## Data shown:
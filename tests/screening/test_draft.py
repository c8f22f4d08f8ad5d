"""Every liquid of a finding is judged; the worst is shown, and an unknown lane is never outvoted by a good one."""

from __future__ import annotations

import math

import pytest

from screener.screening.criteria import criterion
from screener.screening.draft import Draft, Lane, finish
from screener.screening.finding import Condition


def lane(name, value, high=None, limit=100.0, unknown="", caps=()):
    return Lane(
        Condition(name), value, value, value if high is None else high, limit, unknown=unknown, caps=caps
    )


def shown(*lanes, **fields):
    return finish(Draft(criterion("boiling.surface"), lanes=lanes, **fields))


def test_the_worst_liquid_is_named():
    finding = shown(lane("receipt", 50.0), lane("heel", 95.0), lane("mixture", 60.0))
    assert (finding.verdict, finding.condition.liquid, finding.value) == ("near", "heel", 95.0)


def test_among_equals_the_one_with_most_room_used():
    finding = shown(lane("receipt", 50.0), lane("heel", 60.0))
    assert (finding.verdict, finding.condition.liquid) == ("room", "heel")


@pytest.mark.parametrize(
    ("other", "verdict", "liquid"),
    [(50.0, "unknown", "heel"), (95.0, "unknown", "heel"), (120.0, "beyond", "receipt")],
)
def test_unknown_outranks_room_and_near_but_not_beyond(other, verdict, liquid):
    finding = shown(lane("receipt", other), lane("heel", math.nan, unknown="heel: did not converge"))
    assert (finding.verdict, finding.condition.liquid) == (verdict, liquid)


def test_a_lane_that_cannot_be_told_is_unknown_even_with_a_good_number():
    finding = shown(lane("receipt", 10.0, unknown="dissolved gas not stated"))
    assert (finding.verdict, finding.reason) == ("unknown", "dissolved gas not stated")


def test_a_lane_beyond_stays_beyond_though_something_is_missing():
    assert shown(lane("receipt", 120.0, unknown="dissolved gas not stated")).verdict == "beyond"
    assert shown(lane("receipt", 120.0), unknown="no barometer").verdict == "beyond"


def test_a_finding_without_lanes_is_unknown_and_a_skipped_one_says_why():
    assert shown().verdict == "unknown"
    skipped = shown(skip="an external floating roof leaves no closed vapour space")
    assert (skipped.verdict, skipped.value) == ("skipped", None)
    assert skipped.reason


def test_numbers_that_do_not_exist_are_none():
    finding = shown(lane("receipt", math.nan, unknown="not given: site.latitude"))
    assert finding.value is finding.low is finding.margin is finding.room_used is None
    assert "NaN" not in repr(finding.to_dict())
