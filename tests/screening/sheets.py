"""Blends with a laboratory sheet put on by hand, so that what was measured is known exactly. Numbers are invented."""

from __future__ import annotations

from dataclasses import replace

from screener.blends.measured import MeasuredFigure, MeasuredPressure
from screener.ground.constants import T_100F
from screener.volatility import true_vapour_pressure

TEST = "true vapour pressure at 37.78 degC"


def pressure(blend, factor, R=0.10, what=TEST):
    """A true vapour pressure at 37.78 degC measured at `factor` of the computed one; R as a share of that."""
    computed = float(true_vapour_pressure(blend.fluid, T_100F, blend.z).P[0])
    return MeasuredPressure(what, factor * computed, T_100F, computed, factor, R * computed, R)


def with_pressure(blend, factor, R=0.10):
    """The blend with that one measured vapour pressure."""
    return replace(blend, measured=(pressure(blend, factor, R),))


def with_figure(blend, key, value, computed, R):
    """The blend with one more measured number."""
    return replace(blend, figures=(*blend.figures, MeasuredFigure(key, key.replace("_", " "), value, computed, R)))
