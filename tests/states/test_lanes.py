"""The table of lanes: mixtures by level, own temperatures, dissolved air."""

from __future__ import annotations

from dataclasses import replace

import numpy as np
import pytest

from screener.states.inputs import gather
from screener.states.lanes import HEEL, HIGH, LOW, NORMAL, RECEIPT, evaluate
from screener.states.quantities import flows
from screener.states.weather import weather
from tests.screening.sample import HEAVY, ZERO, blend, case, line, site, tank


def lanes(*cases):
    inputs = gather(cases)
    return evaluate(inputs, weather(inputs))


@pytest.fixture(scope="module")
def base():
    return lanes(case())


def test_the_receipt_fills_on_the_heel(base):
    """By hand: 24 m shell, 452.39 m3 per metre; heel 1,100 m3 covers the low level of 2 m whole."""
    z = base.z[0]
    assert z[LOW] == pytest.approx(z[HEEL], abs=1e-12)
    butane = base.names.index("n-butane")
    assert 0.0 < z[NORMAL, butane] < z[HIGH, butane] < z[RECEIPT, butane]
    assert z.sum(axis=-1) == pytest.approx(np.ones(5), abs=1e-12)


def test_the_mixture_temperature_lies_between_weighted_by_mass(base):
    T = base.T_own[0] - ZERO
    assert T[[RECEIPT, HEEL, LOW]] == pytest.approx([18.0, 20.0, 20.0])
    # 9 m: 4,071.5 m3 of which 1,100 heel; the densities differ by less than 5 %, so the share of mass is near that of volume.
    assert T[NORMAL] == pytest.approx(20.0 - 2.0 * (4071.5 - 1100.0) / 4071.5, abs=0.05)


def test_a_case_without_a_heel_has_one_liquid():
    alone = lanes(case(tank=tank(contents=None)))
    assert list(alone.present[0]) == [True, False, False, False, False]
    assert np.isnan(alone.P_hot[0, 1:]).all() and np.isfinite(alone.P_hot[0, 0]).all()
    assert alone.failed == 0


def test_a_warm_receipt_is_hotter_than_the_weather():
    warm = lanes(case(line=line(receipt=replace(line().receipt, temperature=ZERO + 58.0))))
    assert warm.T_hot[0, RECEIPT] == pytest.approx([ZERO + 58.0] * 3)
    assert warm.T_hot[0, HEEL, 1] == warm.weather.T_surface[0, 1]


def test_dissolved_air_comes_out_only_where_the_receipt_warms_up():
    def receipt(T, T_sat):
        return case(line=line(receipt=replace(
            line().receipt, temperature=ZERO + T, dissolved_gas="air-saturated", saturated_at=ZERO + T_sat)))  # fmt: skip

    table = lanes(receipt(30.0, 10.0), receipt(5.0, 25.0), case())
    assert 0.0 < table.beta_gas[0] < 5e-3
    assert table.beta_gas[1] == 0.0
    assert np.isnan(table.beta_gas[2])


def test_a_receipt_above_its_bubble_point_flashes_and_loads_the_vents():
    light = blend({"n-butane": 0.5, "isopentane": 0.2, "toluene": 0.3})
    table = lanes(case(blend=light, line=line(receipt=replace(line().receipt, temperature=ZERO + 25.0))))
    low, best, high = table.arrival.beta[0]
    assert 0.0 < low < best < high < 1.0
    # Nothing heats the liquid: it cools, and gives off less than at constant temperature.
    assert table.arrival.T_after[0] < ZERO + 25.0
    assert best < table.arrival.isothermal[0] <= high
    out = flows(table).breathing
    assert out.out[0, RECEIPT, 1] == pytest.approx(
        out.out_liquid[0, RECEIPT] + out.out_thermal[0] + out.out_flash[0, 1]
    )
    # First principles: beta times the molar feed at 22.414 l/mol, as air by the root of M T over that of air at 0 degC.
    feed = 0.10 * light.density_15 / light.expansion(ZERO + 25.0)[0] / light.MW
    M = float(table.arrival.y[0] @ table.fluid.MW)
    air = best * feed * 0.022414 * np.sqrt(M * table.arrival.T_after[0] / (0.028965 * 273.15))
    assert out.out_flash[0, 1] == pytest.approx(air, rel=1e-3)


def test_a_lane_without_numbers_stays_alone():
    broken = case(site=site(lowest_barometer=None, elevation=None), tank=tank(levels=None))
    table = lanes(case(), broken, case(blend=blend(HEAVY)))
    assert np.isfinite(table.P_hot[[0, 2]]).all()
    assert np.isnan(table.P_hot[1, LOW:]).all() and np.isfinite(table.P_hot[1, :LOW]).all()


def test_a_liquid_that_splits_is_named_and_never_has_room():
    """Methanol and n-hexane part below about 306 K (measured gap); a dry gasoline does not."""
    parted = lanes(case(blend=blend({"methanol": 0.3, "n-hexane": 0.7}), tank=tank(contents=None)), case())
    assert list(parted.second.splits[:, RECEIPT]) == [True, False]
    assert parted.second.tested[1].all()
    from screener.screening import screen_many

    one = screen_many((case(blend=blend({"methanol": 0.3, "n-hexane": 0.7}), tank=tank(contents=None)),))[0]
    found = {f.id: f.verdict for f in one.findings}
    assert "room" not in (found["boiling.surface"], found["receipt.flash"], found["vapour-lock.suction"])
    assert any("second liquid" in text for text in one.reservations)
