"""Each tied caution is printed by its input and by nothing else."""

from __future__ import annotations

from dataclasses import replace

import pytest

from screener.screening import screen_many
from screener.screening.cautions import TIED
from screener.screening.wording import say
from tests.screening.sample import ZERO, blend, case, line, site, tank, vent

WIDE = blend({"n-butane": 0.05, "n-heptane": 0.35, "n-hexadecane": 0.2, "n-eicosane": 0.4})
COLD_RECEIPT = line(receipt=replace(line().receipt, temperature=ZERO - 2.0))
LEAN = blend({"n-decane": 1.0})

# caution, finding that carries it, case with it, case without it
RULES = [
    ("iron-sulphide", "vapour-space.flammable", case(tank=tank(sour_service=True)), case()),
    ("iron-sulphide", "vents.inbreathing", replace(case(), hydrogen_sulfide=1e-5), replace(case(), hydrogen_sulfide=0.0)),
    ("frozen-vents", "vents.outbreathing", case(site=site(month="Jan")), case(site=site(month="Jul"))),
    ("arrester", "vents.inbreathing", case(tank=tank(vents=(vent(arrester=True),))), case()),
    ("idle-vents", "vents.outbreathing", case(tank=tank(vents=(vent(out_of_service=1),))), case()),
    ("rain", "vents.vacuum-setting", case(), case(tank=tank(insulated=True))),
    ("cold-receipt", "vents.inbreathing", case(line=COLD_RECEIPT), case(line=line(receipt=None))),
    ("shared-header", "exposure.hatch", case(tank=tank(vapour_return=True)), case()),
    ("static", "vapour-space.flammable", case(), case(blend=LEAN, tank=tank(contents=None), site=site(month="Jan"))),
    ("boil-over", "boiling.surface", case(blend=WIDE), case()),
]


def opening(key: str) -> str:
    """The words of a caution up to the first field."""
    return say("tied", key, T="@", K="@", count="@").partition("@")[0] or say("tied", key, count="1")[2:30]


@pytest.mark.parametrize(("key", "finding", "with_it", "without"), RULES, ids=[f"{r[0]}-{r[1]}" for r in RULES])
def test_a_caution_follows_its_input(key, finding, with_it, without):
    there, not_there = (
        {f.id: f for f in answer.findings}[finding].caution for answer in screen_many((with_it, without))
    )
    assert opening(key) in there
    assert opening(key) not in not_there


def test_every_rule_is_tested_and_every_finding_exists():
    assert {rule[0] for rule in RULES} == {one.key for one in TIED}
    ids = {f.id for f in screen_many((case(),))[0].findings}
    assert {finding for one in TIED for finding in one.findings} <= ids


def test_a_finding_that_does_not_apply_carries_none():
    vessel = screen_many((case(tank=tank(kind="pressure-vessel", sour_service=True, vapour_return=True)),))[0]
    for finding in vessel.findings:
        if finding.verdict == "skipped":
            assert "scale formed in sour service" not in finding.caution and "shared header" not in finding.caution
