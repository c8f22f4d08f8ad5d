"""A case built by hand, away from any edge, for tests that change one thing at a time. Numbers are invented."""

from __future__ import annotations

from dataclasses import replace

from screener.blends import Blend
from screener.states.case import (
    Ambient,
    Case,
    Contents,
    Levels,
    Line,
    Month,
    Receipt,
    Site,
    Suction,
    Tank,
    Vent,
)

ZERO = 273.15
MEANS = (3.0, 4.0, 8.0, 12.0, 16.0, 20.0, 23.0, 22.0, 18.0, 13.0, 8.0, 4.0)
NAMES = ("Jan", "Feb", "Mar", "Apr", "May", "Jun", "Jul", "Aug", "Sep", "Oct", "Nov", "Dec")
MONTHS = tuple(Month(n, ZERO + m, ZERO + m + 6.0, ZERO + m - 6.0, 2.0e7) for n, m in zip(NAMES, MEANS))

LIGHT = {"n-butane": 0.02, "isopentane": 0.10, "n-hexane": 0.24, "toluene": 0.32, "isooctane": 0.32}
HEAVY = {"n-heptane": 0.30, "toluene": 0.35, "isooctane": 0.35}


def blend(shares: dict) -> Blend:
    """A blend of pure species by volume."""
    return Blend.of({f"species:{name}": share for name, share in shares.items()})


def vent(**changes) -> Vent:
    """A pressure-vacuum vent with its rating."""
    each = {"set_above": 1200.0, "set_below": 200.0, "rated_out": 0.5, "rated_out_at": 1600.0, "rated_in": 0.5,
            "rated_in_at": 400.0}  # fmt: skip
    return Vent(count=2, **{**each, **changes})


def tank(**changes) -> Tank:
    """A fixed-roof tank with a heel."""
    base = Tank(
        "fixed-roof", 24.0, 14.6, levels=Levels(2.0, 9.0, 13.1), surface="white paint, new",
        design_overpressure=2000.0, design_vacuum=600.0, vents=(vent(),),
        contents=Contents(blend(HEAVY), 1100.0, ZERO + 20.0), open_gauging=True,
    )  # fmt: skip
    return replace(base, **changes)


def site(**changes) -> Site:
    """A mild site."""
    return replace(Site(44.0, 35.0, 97800.0, Ambient(ZERO - 8.0, ZERO + 33.0), MONTHS, "Jul"), **changes)


def suction(**changes) -> Suction:
    """A short flooded suction."""
    return replace(Suction(120.0, 0.304, 4.6e-5, 5.0, 0.5, None, 0.3, 2.0), **changes)


def line(**changes) -> Line:
    """A receipt and a draw."""
    return replace(Line(Receipt(0.10, ZERO + 18.0, "none"), 0.08, suction()), **changes)


def case(**changes) -> Case:
    """The whole case; by keyword any part of it is replaced."""
    base = Case("hand-made", blend(LIGHT), tank(), site(), line(), criteria=("us-40cfr60-kb",))
    return replace(base, **changes)


def verdicts(screening) -> dict[str, str]:
    """Verdict by finding id."""
    return {finding.id: finding.verdict for finding in screening.findings}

## To do:
From the entries above, return exactly the line containing "in screen_many((with_it, without))", the line containing "MONTHS = tuple(Month(n, ZERO", and all lines between, and nothing else.

## Finished task:
        {f.id: f for f in answer.findings}[finding].caution for answer in screen_many((with_it, without))
    )
    assert opening(key) in there
    assert opening(key) not in not_there


def test_every_rule_is_tested_and_every_finding_exists():
    assert {rule[0] for rule in RULES} == {one.key for one in TIED}
    ids = {f.id for f in screen_many((case(),))[0].findings}
    assert {finding for one in TIED for finding in one.findings} <= ids


def test_a_finding_that_does_not_apply_carries_none():
    vessel = screen_many((case(tank=tank(kind="pressure-vessel", sour_service=True, vapour_return=True)),))[0]
    for finding in vessel.findings:
        if finding.verdict == "skipped":
            assert "scale formed in sour service" not in finding.caution and "shared header" not in finding.caution
repository c8f22f4d08f8ad5d
"""A case built by hand, away from any edge, for tests that change one thing at a time. Numbers are invented."""

from __future__ import annotations

from dataclasses import replace

from screener.blends import Blend
from screener.states.case import (
    Ambient,
    Case,
    Contents,
    Levels,
    Line,
    Month,
    Receipt,
    Site,
    Suction,
    Tank,
    Vent,
)

ZERO = 273.15
MEANS = (3.0, 4.0, 8.0, 12.0, 16.0, 20.0, 23.0, 22.0, 18.0, 13.0, 8.0, 4.0)
NAMES = ("Jan", "Feb", "Mar", "Apr", "May", "Jun", "Jul", "Aug", "Sep", "Oct", "Nov", "Dec")
MONTHS = tuple(Month(n, ZERO + m, ZERO + m + 6.0, ZERO + m - 6.0, 2.0e7) for n, m in zip(NAMES, MEANS))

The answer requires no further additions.